Bilder: Sony Pictures Fotos: Sony Pictures
  • Bewertung

    Alles an Bord!

    Exklusiv für Uncut
    Ein Zug voller Auftragskiller:innen, ein Koffer mit einem „Thomas, die kleine Lokomotive“-Sticker, eine hochgiftige Schlange und sehr viele persönliche Vendetten: in „Bullet Train“, David Leitchs („Atomic Blonde“, „Deadpool 2“) neuestem Streich, ist so einiges los. Untermalt von japanischen Versionen von „Holding Out for a Hero“ oder „Stayin‘ Alive“ und durchzogen von rasanten Action-Sequenzen kann man sich jedenfalls auf eine ereignisreiche Inszenierung gefasst machen, die zwar gerade in Bezug auf ihre gestalterischen Mittel überzeugen kann, leider aber auch nicht ganz frei von Mängeln ist.

    Ein unter dem Decknamen Ladybug (Brad Pitt) tätiger Auftragskiller, ausgestattet mit Bucket Hat und Hornbrille, soll in einem sogenannten „Bullet Train“ - einem japanischen Hochgeschwindigkeitszug – einen Koffer beschaffen und gemeinsam mit diesem so schnell wie möglich dem rasanten Gefährt entkommen.
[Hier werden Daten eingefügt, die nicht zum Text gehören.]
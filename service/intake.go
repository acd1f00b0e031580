package service

import (
	"encoding"
	"fmt"
	"strings"

	"soffit.example/beam"
	"soffit.example/beam/statics"
	"soffit.example/service/internal/strict"
	"soffit.example/service/internal/wire"
	"soffit.example/units"
)

// intake turns requests into what package beam takes, and notes what is
// missing or contradicts itself. Ranges of quantities are package beam's.
type intake struct {
	faults *strict.Faults
	system units.System // in which faults say values
}

// intakeFor is an intake that speaks in the units of a design code; the code
// may be nil.
func intakeFor(code beam.Code, faults *strict.Faults) *intake {
	in := &intake{faults: faults}
	if code != nil {
		in.system = code.Edition().System
	}
	return in
}

func (in *intake) fault(path, allowed, format string, args ...any) {
	in.faults.Add(strict.Fault{Path: path, Detail: strict.Subject(path) + " " + fmt.Sprintf(format, args...), Allowed: allowed})
}

// value is what an optional member says, or zero.
func value[T any](given *T) T {
	var v T
	if given != nil {
		v = *given
	}
	return v
}

type quantity interface{ Amount() units.Amount }

// above takes an optional quantity for which zero means that it is not given,
// so that a zero that is given must not pass for one.
func above[Q quantity](in *intake, path string, given *Q) Q {
	v := value(given)
	if given != nil && !(v.Amount().SI() > 0) {
		in.fault(path, "above zero", "is %s; it must be above zero", in.system.Format(v.Amount()))
	}
	return v
}

// word reads an optional word of an enumeration. The ranges checked before
// let no unknown word through, save with a fault of its own.
func word[E any, P interface {
	*E
	encoding.TextUnmarshaler
}](given *string) E {
	var e E
	if given == nil || P(&e).UnmarshalText([]byte(*given)) != nil {
		var none E
		return none
	}
	return e
}

// brief converts a brief that stands at a place of the request.
func (in *intake) brief(w *wire.Brief, at string) beam.Brief {
	b := beam.Brief{
		Reference:     w.Reference,
		Section:       in.section(&w.Section, at+"/section"),
		Concrete:      in.concrete(&w.Concrete, at+"/concrete"),
		Reinforcement: in.reinforcement(&w.Reinforcement, at+"/reinforcement"),
		Exposure:      word[beam.Exposure](w.Exposure),
		Cover:         above(in, at+"/cover", w.Cover),
		Spans:         w.Spans,
		NoSelfWeight:  w.SelfWeight != nil && !*w.SelfWeight,
		Braced:        above(in, at+"/braced", w.Braced),
		Readings:      readings(w.DisplacedConcrete, w.Grade60Yield, w.ShearRow, w.ShearMethod, w.Corner),
	}
	b.Readings.TorsionAngle, b.Readings.CountSideBars = value(w.TorsionAngle), value(w.CountSideBars)
	for i := range w.Supports {
		b.Supports = append(b.Supports, support(&w.Supports[i]))
	}
	for i := range w.Loads {
		b.Loads = append(b.Loads, in.load(&w.Loads[i], fmt.Sprintf("%s/loads/%d", at, i)))
	}
	for i := range w.Demands {
		b.Demands = append(b.Demands, in.demand(&w.Demands[i], i, fmt.Sprintf("%s/demands/%d", at, i)))
	}
	if v := w.Serviceability; v != nil {
		b.Serviceability = beam.Serviceability{Attached: word[beam.Attachment](v.Attached), Months: value(v.Months)}
	}
	if v := w.Preferences; v != nil {
		b.Preferences = in.preferences(v, at+"/preferences")
	}
	return b
}

func (in *intake) concrete(w *wire.Concrete, at string) beam.Concrete {
	return beam.Concrete{
		Strength:  w.Strength,
		Density:   above(in, at+"/density", w.Density),
		Kind:      word[beam.ConcreteKind](w.Kind),
		Aggregate: above(in, at+"/aggregate", w.Aggregate),
		Splitting: above(in, at+"/splitting", w.Splitting),
		Normal:    value(w.Normal),
		Fibres:    value(w.Fibres),
	}
}

func (in *intake) reinforcement(w *wire.Reinforcement, at string) beam.Reinforcement {
	in.catalogID(w.Catalog, at+"/catalog")
	return beam.Reinforcement{
		Catalog:      w.Catalog,
		Yield:        w.Yield,
		StirrupYield: above(in, at+"/stirrup_yield", w.StirrupYield),
		Coating:      word[beam.Coating](w.Coating),
	}
}

// supportKinds are the words of the supports.
func supportKinds() []statics.SupportKind {
	return []statics.SupportKind{statics.Pinned, statics.Roller, statics.Fixed, statics.Free}
}

func support(w *wire.Support) beam.Support {
	s := beam.Support{Width: value(w.Width), Hung: value(w.Hung)}
	for _, k := range supportKinds() {
		if k.String() == w.Kind {
			s.Kind = k
		}
	}
	return s
}

// member is a member that belongs to things of some kinds alone.
type member struct {
	name, what string // what: it is, with an example
	given      bool
}

const (
	aLength   = `a length, e.g. "12 ft" or "3.5 m"`
	aSize     = `a length, e.g. "14 in" or "350 mm"`
	aLineLoad = `a line load, e.g. "1.2 kip/ft" or "18 kN/m"`
	aForce    = `a force, e.g. "20 kip" or "90 kN"`
	aMoment   = `a moment, e.g. "50 kip-ft" or "70 kN-m"`
)

// rule says which members things of a kind need, and which others they may
// have.
type rule struct{ needs, may string }

// belong notes which members a thing lacks of those that its rule needs, and
// which are given that it does not have.
func (in *intake) belong(at, thing string, r rule, members []member) {
	for _, m := range members {
		needed := hasWord(r.needs, m.name)
		switch {
		case needed && !m.given:
			in.fault(at+"/"+m.name, m.what, "is missing; %s needs it", thing)
		case m.given && !needed && !hasWord(r.may, m.name):
			in.fault(at+"/"+m.name, "", "does not belong to %s, which has %s", thing, listed(r.needs+" "+r.may))
		}
	}
}

// loadRules are the rules of loads by shape, for the members that place and
// size them. A shape that is not known has a fault of its own.
var loadRules = [...]rule{
	0:                  {may: "from to at intensity intensity_end force moment path"},
	beam.Uniform:       {needs: "intensity"},
	beam.Partial:       {needs: "from to intensity", may: "intensity_end"},
	beam.PointLoad:     {needs: "at force"},
	beam.Couple:        {needs: "at moment"},
	beam.Torque:        {needs: "at moment", may: "path"},
	beam.UniformTorque: {needs: "moment", may: "path"},
}

func (in *intake) load(w *wire.Load, at string) beam.Load {
	l := beam.Load{
		Case: word[beam.LoadCase](&w.Case), Shape: word[beam.LoadShape](&w.Shape), Span: value(w.Span),
		From: value(w.From), To: value(w.To), At: value(w.At),
		Intensity: value(w.Intensity), IntensityEnd: value(w.IntensityEnd), Varies: w.IntensityEnd != nil,
		Force: value(w.Force), Moment: value(w.Moment), Hung: value(w.Hung),
		Path: word[beam.TorquePath](w.Path),
	}
	switch {
	case w.Sustained != nil:
		l.Sustained = *w.Sustained
	case l.Case == beam.Dead:
		l.Sustained = 1
	}
	in.belong(at, "a "+w.Shape+" load", loadRules[l.Shape], []member{
		{"from", aLength, w.From != nil},
		{"to", aLength, w.To != nil},
		{"at", aLength, w.At != nil},
		{"intensity", aLineLoad, w.Intensity != nil},
		{"intensity_end", aLineLoad, w.IntensityEnd != nil},
		{"force", aForce, w.Force != nil},
		{"moment", aMoment, w.Moment != nil},
		{"path", "", w.Path != nil},
	})
	return l
}

func hasWord(list, name string) bool {
	for w := range strings.FieldsSeq(list) {
		if w == name {
			return true
		}
	}
	return false
}

func (in *intake) demand(w *wire.Demand, i int, at string) beam.Demand {
	if w.Moment == nil && w.Shear == nil && w.Torque == nil && w.Axial == nil {
		in.fault(at, "at least one of moment, shear, torque, axial", "has no force")
	}
	d := beam.Demand{Name: w.Name, Moment: value(w.Moment), Shear: value(w.Shear), Torque: value(w.Torque), Axial: value(w.Axial)}
	d.Path = word[beam.TorquePath](w.Path)
	if w.Path != nil && w.Torque == nil {
		in.fault(at+"/path", "", "belongs to a torque, and none is given")
	}
	if d.Name == "" {
		d.Name = fmt.Sprintf("demand %d", i+1)
	}
	return d
}

func (in *intake) preferences(w *wire.Preferences, at string) beam.Preferences {
	return beam.Preferences{
		Bars: w.Bars, Stirrups: w.Stirrups,
		MaxLayers: value(w.MaxLayers), MaxLegs: value(w.MaxLegs), MaxZones: value(w.MaxZones),
		Mixed: value(w.Mixed), Bundles: value(w.Bundles), Depths: w.Depths, Prefer: word[beam.Preference](w.Prefer),
		SpacingBy: above(in, at+"/spacing_step", w.SpacingStep), KeepBest: value(w.Alternatives),
		NoCures: w.Cures != nil && !*w.Cures,
	}
}

func readings(displaced, yield, row, method, corner *string) beam.Readings {
	return beam.Readings{
		IgnoreDisplaced: value(displaced) == "ignore",
		RoundedYield:    value(yield) == "rounded",
		ShearRow:        word[beam.ShearRow](row),
		ShearMethod:     word[beam.ShearMethod](method),
		TuckedCorner:    value(corner) == "tucked",
	}
}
Diesem Unterfangen kommen aber nicht nur ein, sondern gleich mehrere Auftragskiller in die Quere: ein Mexikaner namens „The Wolf“ (Benito A. Martínez Ocasio aka Bad Bunny), die zwei Brüder „Lemon“ (Brian Tyree Henry) und „Tangerine“ (Aaron Taylor-Johnson), die auf den ersten Blick recht unschuldig wirkende „The Prince“ (Joey King) sowie die Vergiftungsspezialistin „The Hornet“ (Zazie Beetz), die sogar eine hochgiftige Schlange mit im Gepäck führt. Und auch Yuichi Kimura (Andrew Koji) findet sich im „Bullet Train“ wieder – sehr zum Missfallen seines Vaters (Hiroyuki Sanada), der sich wiederum selbst als ehemaliger Berufskiller herausstellt - um jenen Auftragsmörder zu finden, der ein Attentat auf seinen kleinen Sohn verübt hat. Und als wäre das alles nicht schon Aufregung genug, befindet sich auch noch der Sohn (Logan Lerman) des sagenumwobenen Anführers der größten kriminellen Vereinigung Japans im Zug - „White Death“ (Michael Shannon) höchstpersönlich lässt deshalb auch nicht lange auf sich warten.

    „Bullet Train“ basiert auf dem japanischen Roman „Mariabītoru (MariaBeetle)“ von Kōtarō Isaka aus dem Jahr 2010, welcher 2021 von Sam Malissa ins Englische übersetzt und als „Bullet Train“ veröffentlicht wurde. In der Vergangenheit bereits fürs japanische Theater adaptiert, folgte nun die erste Verfilmung. Aber wie so oft in Hollywood, scheint es auch hier zu einer heiklen Situation gekommen zu sein: der Film hat nämlich nicht nur leichte Fetischisierungs-Vibes, was die japanische Kultur betrifft, sondern auch ein Whitewashing-Problem. Man fragt sich nämlich schon, warum japanische Originalcharaktere (u.a. Brad Pitts „Ladybird“ und Joey Kings „The Prince“) aus der Lektüre nicht einfach beibehalten wurden.

    Auch die beiden als Russen angelegten Charaktere, die von Michael Shannon und Logan Lerman verkörpert werden, wirken mit ihren heftigen, falschen russischen Akzenten wie regelrechte Karikaturen ihrer Rollen, die von Klischees nur so durchzogen sind. Man kann hier wahrscheinlich argumentieren, dass sich auch der Film an sich nicht immer ganz ernst nimmt und keiner der Charaktere äußert stark im Realismus verortet ist; trotzdem wirken gerade diese beiden Verkörperungen ziemlich unbeholfen.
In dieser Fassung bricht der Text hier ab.